Thank you for taking the time to write. komputerbay's 128GB 800x is more expensive than Lexar's 128GB 800x cards. Sale ends Feb 29 '16 at 11:59 PM EST


----------



## Maiaibing (Feb 28, 2016)

dolina said:


> How happy are you with your purchase?
> 
> 128GB 1066x CF cards are $93



I had three Komputerbay 1066x CF cards (including 2 of the above).

The first would not format in my 5DII. I sent it back.

Komputerbay reimbursed but also wrote and offered to send me a new card - for free - only asking me to pay if it worked.

I did not take this offer. But since they stood by their product I later bought a second card of the same type. This card has worked very well in both my 5DII's and 5DS R.

I have another 256 GB card which now "sits" in my 5DS R - works great and is very fast.

Depending on which card you are buying customer reviews for KomputerBay cards differ. 

Used to only buy Lexar and SanDisk. However, a guy working at a shop selling lots of CF cards wrote some years ago on dpreview that he had tracked all returns and did not find any significant difference between the return rates for various brands from Discount to Sandisk Pro cards. Returns are seemingly very rare once the card is up and running. 

Ever since I have been buying cards on the cheap. Transcend, PNY, KomputerBay etc. Served me very well so far.


----------



## Mt Spokane Photography (Feb 28, 2016)

Maiaibing said:


> . Returns are seemingly very rare once the card is up and running.



Yes, Electronics has infant mortality. For military use, all electronics is burned in to get past that early stage where failure is more likely. Later will come the wear out stage where failure rates jump. However, we have often purchased new and larger cards before that happens and leave those old 8 mb cards in a drawer.


I think that only a few companies actually make the memory chips for their cards, they have risen to the top probably due to buyer satisfaction.

Lexar is owned by Micron, and likely uses Micron Memory, but there is so much intermingling among electronics companies, its hard to be sure.

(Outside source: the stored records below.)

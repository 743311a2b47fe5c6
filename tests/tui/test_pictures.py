"""The timing and spectrum pictures: what is drawn, and where, from published quantities.

The spectrum input is the Fourier series of a square wave, b_n = 4/(πn) for odd n (Kreyszig,
Advanced Engineering Mathematics, 10th ed., §11.1, Example 1), so the third harmonic sits at
20·log10(1/3) = −9.54 dB and the fifth at −13.98 dB of the fundamental, and the THD is
√(π²/8 − 1) = 48.3 % (the same series summed). The timing input is a hand-made edge; the overlap
is its turn-off end minus its turn-on start (the definition of the shoot-through window)."""

from __future__ import annotations

import math

import numpy as np
import pytest

from reviewer.quantities import Missing, Quantity, Sheet
from reviewer.tui import pictures


def sheet(values: dict[str, float], series: dict | None = None, missing=()) -> Sheet:
    qs = {n: Quantity(n, "s", n, v, v, v, (v,), "number",
                      "design" if n.startswith("design.") else "derived")
          for n, v in values.items()}
    return Sheet(qs, {m.name: m for m in missing}, ((),), series or {})


def edge_values(dead: float) -> dict[str, float]:
    v = {}
    for inc, out in (("low", "high"), ("high", "low")):
        v |= {f"timing.{inc}.dead_time": dead, f"timing.{inc}.outgoing_turn_off": 400e-9,
              f"timing.{inc}.incoming_delay": 50e-9, f"switching.{out}.td_off": 200e-9,
              f"switching.{inc}.td_on": 50e-9, f"switching.{inc}.rise_time": 30e-9,
              f"timing.{inc}.overlap": max(0.0, 400e-9 - (dead + 50e-9))}
    return v


def row(lines: list[str], label: str) -> str:
    return next(line for line in lines if line.startswith(label))


def test_overlap_drawn_on_shoot_through():
    width = 60
    lines = pictures.timing_lines(pictures.edge(sheet(edge_values(100e-9)), "low"), width)
    both = row(lines, "BOTH ON")
    # 400 ns − (100 ns + 50 ns), hand calculation
    assert "SHOOT-THROUGH: both on for 250 ns" in row(lines, "dead time 100 ns")
    plot = both[14:14 + width]
    span = 400e-9 * 1.2 * 1.12  # the drawn window: 12 % before the edge, 20 % past the last event
    assert plot.count(pictures.OVERLAP) == pytest.approx(250e-9 / span * (width - 1), abs=1.5)
    # the overlap starts where the incoming switch starts to turn on, after the dead time
    cmd = row(lines, "low gate cmd")[14:]
    assert plot.index(pictures.OVERLAP) > cmd.index(pictures.ON)


def test_no_overlap_with_enough_dead_time():
    lines = pictures.timing_lines(pictures.edge(sheet(edge_values(500e-9)), "low"), 60)
    assert not any(line.startswith("BOTH ON") for line in lines)
    assert "never (margin 150 ns)" in row(lines, "dead time 500 ns")  # 500 + 50 − 400 ns


def test_commands_only_without_switching_times():
    s = sheet({"design.timing.dead_time": 0.0},
              missing=[Missing("switching.low.td_on", ("switch.low.ciss",))])
    lines = pictures.timing_picture(s, 40)
    assert all(len(line) <= pictures.LEAD + 40 for line in lines)  # sentences wrapped to fit
    assert "give switch.low.ciss" in " ".join(line.strip() for line in lines)
    assert not any("channel" in line for line in lines)


def square_series() -> dict:
    f0 = 50.0
    n = np.arange(1, 200, 2)
    amp = 4 / (math.pi * n)
    return {"waveform.spectrum": {"frequency": list(f0 * n), "bridge": list(amp),
                                  "output": list(amp / n**2), "f0": f0}}


def test_square_wave_bars_and_thd():
    thd = math.sqrt(math.pi**2 / 8 - 1)  # 48.34 %, closed form for the square wave
    s = sheet({"design.output.frequency": 50.0, "design.output.thd_target": 0.08,
               "waveform.bridge_thd": thd, "waveform.output_thd": 0.02}, square_series())
    data = pictures.spectrum_data(s)
    assert data is not None and data.f0 == 50.0
    width, height = 60, 8
    lines = pictures.spectrum_lines(data, width, height)
    chart = [line[8:8 + width] for line in lines[2:2 + height]]
    edges = np.geomspace(50.0 * 0.8, float(np.max(data.freq)) * 1.0001, width + 1)

    def bar(f: float) -> int:
        c = int(np.searchsorted(edges, f) - 1)
        return sum(1 for r in chart if r[c] != " ")

    # rows are 7.5 dB each; a component fills the rows whose middle lies at or below its level
    assert bar(50.0) == 8
    assert bar(150.0) == 7   # −9.54 dB
    assert bar(250.0) == 6   # −13.98 dB
    before = row(lines, "THD before")
    assert "48.3 %" in before
    after = row(lines, "THD after")
    assert "2.0 %" in after and "within the target" in row(lines, "After the filter")
    scale = thd * 1.1
    bars = width - 12  # the THD bars leave room for their labels and values within the width
    tcol = round(0.08 / scale * bars)
    assert before[12 + tcol] == "┃" and after[12 + tcol] == "┃"
    assert "target 8.0 %" in lines[-2]


def test_no_spectrum_is_said():
    s = sheet({"design.output.thd_target": 0.05})
    lines = pictures.spectrum_picture(s)
    assert "No spectrum" in lines[0] and "5.0 %" in lines[-1]


def cornered(values_typ: dict[str, float], values_worst: dict[str, float]) -> Sheet:
    """A sheet with two runs: typical, and one corner (switch.low.vth at min)."""
    qs = {n: Quantity(n, "s", n, v, min(v, values_worst[n]), max(v, values_worst[n]),
                      (v, values_worst[n]), "number") for n, v in values_typ.items()}
    return Sheet(qs, {}, ((), (("switch.low.vth", "min"),)), {})


def test_timing_drawn_at_the_corner_the_finding_was_judged_at():
    from reviewer.findings import Finding
    from reviewer.report.timing import worst_run

    typ, worst = edge_values(100e-9), edge_values(100e-9)
    for inc in ("low", "high"):  # a slower turn-off at the corner: 600 ns instead of 400 ns
        worst[f"timing.{inc}.outgoing_turn_off"] = 600e-9
        worst[f"timing.{inc}.overlap"] = 600e-9 - (100e-9 + 50e-9)
    s = cornered(typ, worst)
    f = Finding("timing.shoot-through", "high", "timing", "t", "hazard", "fail",
                corner=(("switch.low.vth", "min"),))
    assert worst_run(s, "high", [f]) == 1
    lines = pictures.timing_picture(s, 60, [f])
    text = " ".join(line.strip() for line in lines)  # sentences are wrapped to the width
    at = text.index("AT THE WORST CORNER")
    typical_at = text.index("at typical values", at)
    # 600 − 150 = 450 ns at the corner, 400 − 150 = 250 ns typical (hand calculation)
    assert "both on for 450 ns" in text[at:typical_at]
    assert "both on for 250 ns" in text[typical_at:]
    assert "switch.low.vth at min" in text[at:typical_at]
    # panels are named by the outgoing and incoming switch, as the finding's text does
    assert "outgoing low side, incoming high side (timing.shoot-through[high])" in text


@pytest.mark.parametrize("width", [20, 30, 60, 120])
def test_time_scale_at_every_width(width):
    lines = pictures.timing_lines(pictures.edge(sheet(edge_values(100e-9)), "low"), width)
    assert any("full width" in line for line in lines)
    axis = next(i for i, line in enumerate(lines) if "┴" in line)
    assert lines[axis + 1].strip()  # at least one time label under the ticks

SanDisk is in the process of being purchased by Western Digital, I doubt if we will see many changes. They also make memory at Fabs around the world, so they also have control and QA over what goes into their products.

Kingston, Transcend, and a few other top quality memory companies make their own memory products, but purchase the actual memory chips. They are large companies and can afford the expense of good QA and surveillance of their suppliers which means a good product.

The lower end of the memory business purchases memory chips from various suppliers and assembles them into the final product. They are prone to higher failure rates, but still turn out products that are reasonable.

Of course, some sell relabeled products purchased from other memory manufacturers, so they might be excellent or lower end memory, depending on the source.

Then, there are the counterfeit operators who supply junk that does not perform to specifications and is sold on online marketplaces until they are kicked off. They just reappear under a new name.

I think that as long as you purchase from one of the top two tiers, you are ok.

Its hard to tell which tier Komputerbay resides in, they are trying to move up, of course.


----------